*** Opening SUPPLIED DATA ***

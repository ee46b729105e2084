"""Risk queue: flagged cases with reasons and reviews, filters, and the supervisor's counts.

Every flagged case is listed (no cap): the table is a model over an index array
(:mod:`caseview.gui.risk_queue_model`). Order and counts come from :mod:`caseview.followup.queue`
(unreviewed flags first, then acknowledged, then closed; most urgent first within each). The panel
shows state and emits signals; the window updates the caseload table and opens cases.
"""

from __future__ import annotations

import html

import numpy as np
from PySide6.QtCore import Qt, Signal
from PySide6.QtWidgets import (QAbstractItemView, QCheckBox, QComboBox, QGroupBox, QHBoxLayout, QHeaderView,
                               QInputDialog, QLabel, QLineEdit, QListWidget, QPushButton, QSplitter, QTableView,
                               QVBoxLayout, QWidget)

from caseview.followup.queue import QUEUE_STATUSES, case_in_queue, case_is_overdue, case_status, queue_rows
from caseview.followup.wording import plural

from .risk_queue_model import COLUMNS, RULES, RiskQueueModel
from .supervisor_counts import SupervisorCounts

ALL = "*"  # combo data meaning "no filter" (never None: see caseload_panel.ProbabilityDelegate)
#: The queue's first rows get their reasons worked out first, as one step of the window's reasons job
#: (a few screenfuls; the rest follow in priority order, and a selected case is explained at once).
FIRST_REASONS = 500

*** Closing SUPPLIED DATA ***
*** Opening SUPPLIED DATA ***

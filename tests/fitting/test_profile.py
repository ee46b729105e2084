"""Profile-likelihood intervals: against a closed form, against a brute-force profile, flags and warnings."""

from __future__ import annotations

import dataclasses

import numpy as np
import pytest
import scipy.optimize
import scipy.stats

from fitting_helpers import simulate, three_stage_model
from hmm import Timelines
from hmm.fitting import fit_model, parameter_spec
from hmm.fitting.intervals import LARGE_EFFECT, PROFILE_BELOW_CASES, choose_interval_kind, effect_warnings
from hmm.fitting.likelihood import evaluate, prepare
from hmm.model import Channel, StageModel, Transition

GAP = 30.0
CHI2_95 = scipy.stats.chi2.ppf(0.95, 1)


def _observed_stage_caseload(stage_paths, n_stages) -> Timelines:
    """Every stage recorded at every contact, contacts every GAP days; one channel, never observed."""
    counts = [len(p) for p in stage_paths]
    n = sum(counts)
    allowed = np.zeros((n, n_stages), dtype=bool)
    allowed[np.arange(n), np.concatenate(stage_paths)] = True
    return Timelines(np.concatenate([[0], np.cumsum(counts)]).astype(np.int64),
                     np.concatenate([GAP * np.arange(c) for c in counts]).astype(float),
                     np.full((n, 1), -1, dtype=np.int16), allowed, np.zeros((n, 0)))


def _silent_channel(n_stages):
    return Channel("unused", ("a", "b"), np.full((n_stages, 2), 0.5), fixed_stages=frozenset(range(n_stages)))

*** Closing SUPPLIED DATA ***
*** Opening SUPPLIED DATA ***

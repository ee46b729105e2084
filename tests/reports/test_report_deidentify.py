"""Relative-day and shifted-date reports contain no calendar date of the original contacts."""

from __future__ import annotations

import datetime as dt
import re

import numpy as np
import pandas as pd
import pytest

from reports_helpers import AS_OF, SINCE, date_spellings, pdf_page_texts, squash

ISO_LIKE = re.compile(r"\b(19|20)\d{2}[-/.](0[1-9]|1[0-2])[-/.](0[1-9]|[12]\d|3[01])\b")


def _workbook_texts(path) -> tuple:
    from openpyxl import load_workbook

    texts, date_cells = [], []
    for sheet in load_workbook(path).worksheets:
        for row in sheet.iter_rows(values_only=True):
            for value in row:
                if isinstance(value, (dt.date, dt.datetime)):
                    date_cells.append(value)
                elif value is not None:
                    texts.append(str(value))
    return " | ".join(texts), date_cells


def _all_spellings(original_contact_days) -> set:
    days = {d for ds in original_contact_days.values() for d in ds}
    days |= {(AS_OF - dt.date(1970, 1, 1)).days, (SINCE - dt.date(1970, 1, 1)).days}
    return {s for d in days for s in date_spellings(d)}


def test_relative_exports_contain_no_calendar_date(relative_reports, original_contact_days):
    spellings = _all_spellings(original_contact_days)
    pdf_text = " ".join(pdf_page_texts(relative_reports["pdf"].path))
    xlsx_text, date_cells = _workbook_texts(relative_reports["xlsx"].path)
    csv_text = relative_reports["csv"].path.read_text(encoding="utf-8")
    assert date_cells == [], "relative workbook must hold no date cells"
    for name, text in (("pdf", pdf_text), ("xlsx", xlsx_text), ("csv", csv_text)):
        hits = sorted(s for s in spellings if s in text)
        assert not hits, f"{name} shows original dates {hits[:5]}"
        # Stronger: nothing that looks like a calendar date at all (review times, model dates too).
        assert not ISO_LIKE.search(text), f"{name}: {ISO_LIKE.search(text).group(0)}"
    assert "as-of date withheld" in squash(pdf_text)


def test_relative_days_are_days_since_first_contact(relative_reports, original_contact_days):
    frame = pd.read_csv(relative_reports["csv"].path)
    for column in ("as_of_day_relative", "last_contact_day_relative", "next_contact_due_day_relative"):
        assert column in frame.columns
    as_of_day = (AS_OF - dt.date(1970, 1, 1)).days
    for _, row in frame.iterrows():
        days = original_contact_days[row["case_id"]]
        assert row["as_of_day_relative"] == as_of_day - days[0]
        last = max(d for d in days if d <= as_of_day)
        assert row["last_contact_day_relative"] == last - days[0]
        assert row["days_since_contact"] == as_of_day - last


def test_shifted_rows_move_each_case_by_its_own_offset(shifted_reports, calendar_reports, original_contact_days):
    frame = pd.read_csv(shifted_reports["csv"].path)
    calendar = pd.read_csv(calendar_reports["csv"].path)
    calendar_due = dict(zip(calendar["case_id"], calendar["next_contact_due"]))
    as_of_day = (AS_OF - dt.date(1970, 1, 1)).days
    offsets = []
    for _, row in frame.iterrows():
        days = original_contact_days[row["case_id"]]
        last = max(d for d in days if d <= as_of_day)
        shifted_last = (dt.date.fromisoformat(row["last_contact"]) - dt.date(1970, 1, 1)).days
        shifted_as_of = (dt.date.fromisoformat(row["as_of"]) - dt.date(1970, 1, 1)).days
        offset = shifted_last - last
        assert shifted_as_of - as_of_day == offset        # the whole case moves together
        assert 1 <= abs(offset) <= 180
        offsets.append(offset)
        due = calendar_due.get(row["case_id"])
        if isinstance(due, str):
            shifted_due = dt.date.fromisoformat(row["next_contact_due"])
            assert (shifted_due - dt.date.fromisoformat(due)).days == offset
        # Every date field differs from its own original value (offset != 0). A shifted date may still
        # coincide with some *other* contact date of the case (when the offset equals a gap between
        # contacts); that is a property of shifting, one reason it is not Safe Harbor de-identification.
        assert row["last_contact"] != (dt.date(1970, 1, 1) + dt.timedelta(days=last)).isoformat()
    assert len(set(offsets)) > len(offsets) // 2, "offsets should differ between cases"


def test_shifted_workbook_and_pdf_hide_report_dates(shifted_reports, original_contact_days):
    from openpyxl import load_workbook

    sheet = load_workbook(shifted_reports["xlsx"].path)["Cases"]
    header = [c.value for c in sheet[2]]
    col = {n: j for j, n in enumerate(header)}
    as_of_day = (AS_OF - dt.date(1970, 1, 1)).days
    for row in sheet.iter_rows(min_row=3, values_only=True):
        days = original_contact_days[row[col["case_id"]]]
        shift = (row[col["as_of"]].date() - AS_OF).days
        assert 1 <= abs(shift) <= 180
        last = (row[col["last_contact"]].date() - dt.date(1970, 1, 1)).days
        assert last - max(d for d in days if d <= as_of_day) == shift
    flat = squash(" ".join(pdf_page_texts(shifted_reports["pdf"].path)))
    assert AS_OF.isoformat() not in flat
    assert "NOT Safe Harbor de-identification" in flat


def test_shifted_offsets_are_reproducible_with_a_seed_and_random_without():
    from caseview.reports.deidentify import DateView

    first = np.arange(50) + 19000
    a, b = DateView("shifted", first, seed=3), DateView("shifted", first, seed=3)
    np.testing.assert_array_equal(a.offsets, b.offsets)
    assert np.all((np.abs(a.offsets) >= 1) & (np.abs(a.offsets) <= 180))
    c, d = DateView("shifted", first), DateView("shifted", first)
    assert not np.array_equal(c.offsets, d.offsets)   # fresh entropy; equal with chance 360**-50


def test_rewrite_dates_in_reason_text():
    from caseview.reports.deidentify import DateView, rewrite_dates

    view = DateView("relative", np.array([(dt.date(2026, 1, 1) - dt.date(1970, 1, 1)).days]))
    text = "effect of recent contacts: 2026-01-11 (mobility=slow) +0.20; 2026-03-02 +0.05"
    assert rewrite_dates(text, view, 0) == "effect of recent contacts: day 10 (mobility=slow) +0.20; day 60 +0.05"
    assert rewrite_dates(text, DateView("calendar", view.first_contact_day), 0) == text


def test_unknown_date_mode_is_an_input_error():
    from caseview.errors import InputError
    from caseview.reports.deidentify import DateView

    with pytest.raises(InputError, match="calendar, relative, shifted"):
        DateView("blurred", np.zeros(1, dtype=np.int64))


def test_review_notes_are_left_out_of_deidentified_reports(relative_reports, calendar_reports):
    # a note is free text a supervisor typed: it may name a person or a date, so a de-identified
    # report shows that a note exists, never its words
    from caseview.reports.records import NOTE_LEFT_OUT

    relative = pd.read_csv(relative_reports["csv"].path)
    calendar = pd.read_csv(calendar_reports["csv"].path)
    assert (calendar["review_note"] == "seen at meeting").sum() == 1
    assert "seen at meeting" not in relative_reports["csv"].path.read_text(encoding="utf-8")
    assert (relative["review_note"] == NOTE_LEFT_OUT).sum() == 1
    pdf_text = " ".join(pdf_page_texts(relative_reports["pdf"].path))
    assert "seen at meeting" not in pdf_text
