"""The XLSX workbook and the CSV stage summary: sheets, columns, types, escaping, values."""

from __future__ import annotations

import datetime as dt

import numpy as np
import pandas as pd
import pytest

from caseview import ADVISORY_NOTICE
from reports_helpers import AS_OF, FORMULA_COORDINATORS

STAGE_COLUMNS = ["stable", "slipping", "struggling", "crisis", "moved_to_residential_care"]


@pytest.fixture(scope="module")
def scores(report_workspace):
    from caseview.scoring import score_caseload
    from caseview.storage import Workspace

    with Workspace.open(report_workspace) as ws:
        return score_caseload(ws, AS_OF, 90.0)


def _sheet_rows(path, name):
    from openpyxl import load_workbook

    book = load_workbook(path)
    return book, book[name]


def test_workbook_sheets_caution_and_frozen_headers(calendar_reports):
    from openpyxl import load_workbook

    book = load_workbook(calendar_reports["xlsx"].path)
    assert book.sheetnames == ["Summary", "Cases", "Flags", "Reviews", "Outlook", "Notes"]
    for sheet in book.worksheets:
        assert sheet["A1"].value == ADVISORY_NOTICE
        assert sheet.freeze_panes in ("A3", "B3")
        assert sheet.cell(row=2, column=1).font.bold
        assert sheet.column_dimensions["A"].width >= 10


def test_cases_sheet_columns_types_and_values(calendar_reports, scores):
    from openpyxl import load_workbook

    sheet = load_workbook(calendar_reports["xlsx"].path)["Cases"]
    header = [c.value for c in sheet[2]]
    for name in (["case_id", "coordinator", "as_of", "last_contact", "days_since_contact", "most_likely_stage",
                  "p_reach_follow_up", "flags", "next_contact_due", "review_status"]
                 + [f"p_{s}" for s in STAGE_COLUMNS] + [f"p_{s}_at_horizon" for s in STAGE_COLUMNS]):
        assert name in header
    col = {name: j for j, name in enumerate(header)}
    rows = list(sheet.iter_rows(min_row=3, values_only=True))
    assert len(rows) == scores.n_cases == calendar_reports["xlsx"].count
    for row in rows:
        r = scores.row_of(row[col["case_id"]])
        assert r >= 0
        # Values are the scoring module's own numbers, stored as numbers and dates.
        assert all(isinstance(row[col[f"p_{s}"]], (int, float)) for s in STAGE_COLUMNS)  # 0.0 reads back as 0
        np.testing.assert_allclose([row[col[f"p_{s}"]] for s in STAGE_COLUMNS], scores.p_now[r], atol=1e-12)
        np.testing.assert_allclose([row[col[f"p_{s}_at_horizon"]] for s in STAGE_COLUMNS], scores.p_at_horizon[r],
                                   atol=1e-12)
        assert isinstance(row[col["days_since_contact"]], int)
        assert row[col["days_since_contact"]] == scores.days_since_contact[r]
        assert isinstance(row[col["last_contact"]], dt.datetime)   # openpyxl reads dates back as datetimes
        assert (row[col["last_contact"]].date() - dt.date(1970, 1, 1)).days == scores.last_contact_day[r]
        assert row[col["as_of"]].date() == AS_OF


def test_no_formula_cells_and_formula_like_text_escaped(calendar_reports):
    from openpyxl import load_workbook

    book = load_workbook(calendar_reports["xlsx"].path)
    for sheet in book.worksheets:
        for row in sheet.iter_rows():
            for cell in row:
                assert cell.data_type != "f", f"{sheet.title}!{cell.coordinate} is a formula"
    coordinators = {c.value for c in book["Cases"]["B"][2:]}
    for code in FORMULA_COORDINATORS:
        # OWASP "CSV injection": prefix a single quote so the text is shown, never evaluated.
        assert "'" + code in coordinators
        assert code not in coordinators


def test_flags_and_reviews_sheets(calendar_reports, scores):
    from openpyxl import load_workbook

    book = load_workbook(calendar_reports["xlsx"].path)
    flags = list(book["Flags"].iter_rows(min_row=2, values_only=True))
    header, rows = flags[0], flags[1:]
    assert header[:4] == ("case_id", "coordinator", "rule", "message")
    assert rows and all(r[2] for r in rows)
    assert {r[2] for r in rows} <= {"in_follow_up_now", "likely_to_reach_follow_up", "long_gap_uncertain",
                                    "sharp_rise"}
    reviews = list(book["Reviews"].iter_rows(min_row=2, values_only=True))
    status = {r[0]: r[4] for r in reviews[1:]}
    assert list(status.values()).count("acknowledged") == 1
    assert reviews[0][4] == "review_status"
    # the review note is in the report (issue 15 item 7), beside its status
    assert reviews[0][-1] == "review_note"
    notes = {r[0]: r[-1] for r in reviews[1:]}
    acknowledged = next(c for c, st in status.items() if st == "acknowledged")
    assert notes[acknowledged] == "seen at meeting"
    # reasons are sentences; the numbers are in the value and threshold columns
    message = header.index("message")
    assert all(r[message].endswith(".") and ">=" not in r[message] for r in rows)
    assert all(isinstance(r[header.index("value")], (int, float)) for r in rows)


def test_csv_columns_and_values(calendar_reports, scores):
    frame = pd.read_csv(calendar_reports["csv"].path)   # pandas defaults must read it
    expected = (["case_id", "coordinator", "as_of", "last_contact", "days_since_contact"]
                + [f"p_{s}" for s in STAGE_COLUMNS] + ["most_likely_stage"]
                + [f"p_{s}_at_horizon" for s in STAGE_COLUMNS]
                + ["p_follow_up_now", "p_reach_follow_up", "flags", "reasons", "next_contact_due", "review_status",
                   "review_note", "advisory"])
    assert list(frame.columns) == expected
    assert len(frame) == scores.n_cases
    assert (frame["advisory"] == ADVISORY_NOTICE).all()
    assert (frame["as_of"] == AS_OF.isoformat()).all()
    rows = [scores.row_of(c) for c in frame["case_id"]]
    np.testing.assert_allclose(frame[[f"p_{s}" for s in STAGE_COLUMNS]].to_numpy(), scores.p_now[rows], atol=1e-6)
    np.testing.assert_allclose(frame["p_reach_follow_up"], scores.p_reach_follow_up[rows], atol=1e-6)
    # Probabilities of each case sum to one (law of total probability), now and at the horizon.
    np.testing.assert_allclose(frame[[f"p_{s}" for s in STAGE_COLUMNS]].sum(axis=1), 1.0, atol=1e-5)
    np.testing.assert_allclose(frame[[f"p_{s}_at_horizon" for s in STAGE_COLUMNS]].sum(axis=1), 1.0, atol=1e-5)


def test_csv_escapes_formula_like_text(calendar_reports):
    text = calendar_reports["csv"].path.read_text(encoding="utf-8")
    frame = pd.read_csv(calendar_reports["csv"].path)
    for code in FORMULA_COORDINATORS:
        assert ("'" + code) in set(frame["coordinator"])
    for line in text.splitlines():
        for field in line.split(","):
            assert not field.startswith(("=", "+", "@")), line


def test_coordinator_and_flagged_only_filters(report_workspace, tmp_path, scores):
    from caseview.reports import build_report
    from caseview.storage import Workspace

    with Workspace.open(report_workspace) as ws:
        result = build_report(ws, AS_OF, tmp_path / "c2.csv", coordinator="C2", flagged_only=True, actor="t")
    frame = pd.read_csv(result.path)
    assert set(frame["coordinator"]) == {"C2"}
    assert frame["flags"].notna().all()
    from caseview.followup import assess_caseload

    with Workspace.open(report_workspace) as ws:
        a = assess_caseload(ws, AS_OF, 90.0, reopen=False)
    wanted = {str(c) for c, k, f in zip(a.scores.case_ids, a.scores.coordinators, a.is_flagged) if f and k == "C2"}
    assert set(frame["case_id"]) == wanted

*** Closing SUPPLIED DATA ***

• _WORK ORDER_:
Return each line of the data above that includes the word "acknowledged".

• _EXPECTED OUTPUT_:
(unreviewed flags first, then acknowledged, then closed; most urgent first within each). The panel
    assert list(status.values()).count("acknowledged") == 1
    acknowledged = next(c for c, st in status.items() if st == "acknowledged")
    assert notes[acknowledged] == "seen at meeting"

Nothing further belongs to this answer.